1 pre-baked pie crust or tart shell

6 ounces (1 1/2 cups) Gruyère cheese, grated

4 eggs

1/2 cup heavy cream

1/2 cup milk

pepper to taste

Ingredients – Salad:

4 cups baby spinach

2 Roma tomatoes, diced

1 cup fresh basil leaves, torn

4 teaspoons fresh oregano, chopped fine

4 tablespoons olive oil

4 teaspoons balsamic vinegar

salt

pepper

Directions:

Roast the mushrooms in a preheated 350F oven until golden brown, about 15-20 minutes.

Steam the asparagus until just tender.

Sprinkle half of the cheese over the pie crust followed by the asparagus, the mushrooms and the remaining cheese.

Mix the eggs, cream, milk and pepper in a bowl and pour over everything.

Bake in a preheated 375F oven until golden brown and set in the center, about 30-35 minutes.

Prepare the salad by layering the spinach and tomatoes. Top with basil and oregano. Dress with oil and vinegar then season with salt and pepper. Serve with quiche.

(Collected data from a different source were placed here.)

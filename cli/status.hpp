#pragma once

namespace runnel_cli {

/// Exit statuses; there are no others.
enum Status : int {
    done = 0,         ///< warnings allowed
    input_errors = 1, ///< or a balance that does not close
    wrong_usage = 2,
    file_trouble = 3 ///< cannot be read or written
};

} // namespace runnel_cli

Dinner Five: Beef Kabobs Dijon with Grilled Vegetables and Rice

Ingredients – Beef and Marinade: *can be prepared a day ahead and refrigerated overnight or frozen for a later date

2 ½ pounds (1.2 kilograms) beef sirloin tip, cut into 1 ½ inch cubes

1 large clove garlic, crushed

½ cup vegetable oil

2 tablespoons soy sauce

2 tablespoons Worcestershire sauce

2 tablespoons Dijon mustard

2 tablespoons fresh lemon juice

1 teaspoons fresh ground pepper

Ingredients – Vegetables:

1 medium onion, cut into large chunks

1 red bell pepper, cut into large chunks

1 yellow bell pepper, cut into large chunks

½ pound (225 grams or about 16 medium) mushrooms, large stems removed

1 pint cherry tomatoes

skewers (wooden or metal)

1 cup rice of your choice

Directions:

If using wooden skewers, place covered in water to soak until saturated, minimum 20 minutes.

Place beef and marinade ingredients into a Ziploc bag. Marinade minimum 1 hour or overnight.

Prepare rice in a rice cooker or a pot according to the package directions.

Preheat grill on medium high heat. Alternatively, the kabobs can be cooked in a grill pan over medium heat.

Assemble skewers, alternating meat with tomatoes, onions, peppers and mushrooms.

Grill 3 minutes per side, turning and basting often with marinade as cooking. Serve over rice.